> [TASK TO COMPLETE]:
Select and reproduce each line of the listing below that bears the string "sonorigor".

> [RECORDS SHOWN]:
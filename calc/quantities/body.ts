/**
 * Quantities of body size: height, weight, age and body surface area.
 *
 * Valid ranges span every human (from the smallest viable preterm infant to above the largest
 * recorded adult); typical ranges are those the BSA formulas were fitted on. Both are common
 * practice, no source.
 *
 * @module
 */
import { defineQuantity } from "../core/quantity.ts";
import type { Quantity } from "../core/types.ts";

/**
 * Standing height (recumbent length in infants).
 *
 * @example
 * ```ts
 * import { HEIGHT } from "@sonorigor/sonorigor";
 * import assert from "node:assert/strict";
 * assert.equal(HEIGHT.unit, "cm");
 * ```
 */
export const HEIGHT: Quantity = defineQuantity({
  id: "height",
  label: "Height",
  symbol: "H",
  unit: "cm",
  description: "Standing height (recumbent length in infants)",
  // from the smallest viable preterm length to above the tallest recorded human (about 272 cm)
  valid: { min: 15, max: 280 },
  typical: { min: 140, max: 210 },
  typicalPediatric: { min: 45, max: 190 },
  resolution: 0.5,
  headers: ["height cm", "length", "stature", "ht"],
  rangeNote: "common practice, no source",
});

/**
 * Body weight.
 *
 * @example
 * ```ts
 * import { WEIGHT } from "@sonorigor/sonorigor";
 * import assert from "node:assert/strict";
 * assert.equal(WEIGHT.unit, "kg");
 * ```
 */
export const WEIGHT: Quantity = defineQuantity({
  id: "weight",
  label: "Weight",
  symbol: "W",
  unit: "kg",
  description: "Body weight",
  // from the smallest viable preterm weight (about 0.25 kg) to above the heaviest recorded human
  // (about 635 kg)
  valid: { min: 0.2, max: 650 },
  typical: { min: 35, max: 200 },
  typicalPediatric: { min: 2, max: 120 },
  resolution: 0.1,
  headers: ["weight kg", "mass", "body weight", "wt"],
  rangeNote: "common practice, no source",
});

/**
 * Age at the study.
 *
 * @example
 * ```ts
 * import { AGE } from "@sonorigor/sonorigor";
 * import assert from "node:assert/strict";
 * assert.equal(AGE.unit, "year");
 * ```
 */
export const AGE: Quantity = defineQuantity({
  id: "age",
  label: "Age",
  symbol: "age",
  unit: "year",
  description: "Age at the study",
  valid: { min: 0, max: 130 },
  typical: { min: 18, max: 100 },
  typicalPediatric: { min: 0, max: 18 },
  resolution: 0.1,
  headers: ["age y", "age years"],
  rangeNote: "common practice, no source",
});

/**
 * Body surface area.
 *
 * @example
 * ```ts
 * import { BODY_SURFACE_AREA } from "@sonorigor/sonorigor";
 * import assert from "node:assert/strict";
 * assert.equal(BODY_SURFACE_AREA.label, "Body surface area");
 * ```
 */
export const BODY_SURFACE_AREA: Quantity = defineQuantity({
  id: "bsa",
  label: "Body surface area",
  symbol: "BSA",
  unit: "m^2",
  description: "Body surface area, from height and weight by a published formula",
  valid: { min: 0, max: 5, minExclusive: true },
  typical: { min: 1.2, max: 2.8 },
  typicalPediatric: { min: 0.15, max: 2.4 },
  resolution: 0.01,
  headers: ["body surface area", "bsa m2", "bsaM2"],
  rangeNote: "common practice, no source",
});

/**
 * The body-size quantities, listed for the package's quantity lookup (tables, models).
 *
 * @example
 * ```ts
 * import { BODY_QUANTITIES } from "@sonorigor/sonorigor";
 * import assert from "node:assert/strict";
 * assert.ok(BODY_QUANTITIES.length > 0);
 * ```
 */
export const BODY_QUANTITIES: readonly Quantity[] = [
  HEIGHT,
  WEIGHT,
  AGE,
  BODY_SURFACE_AREA,
];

> [WRITTEN RESPONSE]:
 * import { HEIGHT } from "@sonorigor/sonorigor";
 * import { WEIGHT } from "@sonorigor/sonorigor";
 * import { AGE } from "@sonorigor/sonorigor";
 * import { BODY_SURFACE_AREA } from "@sonorigor/sonorigor";
 * import { BODY_QUANTITIES } from "@sonorigor/sonorigor";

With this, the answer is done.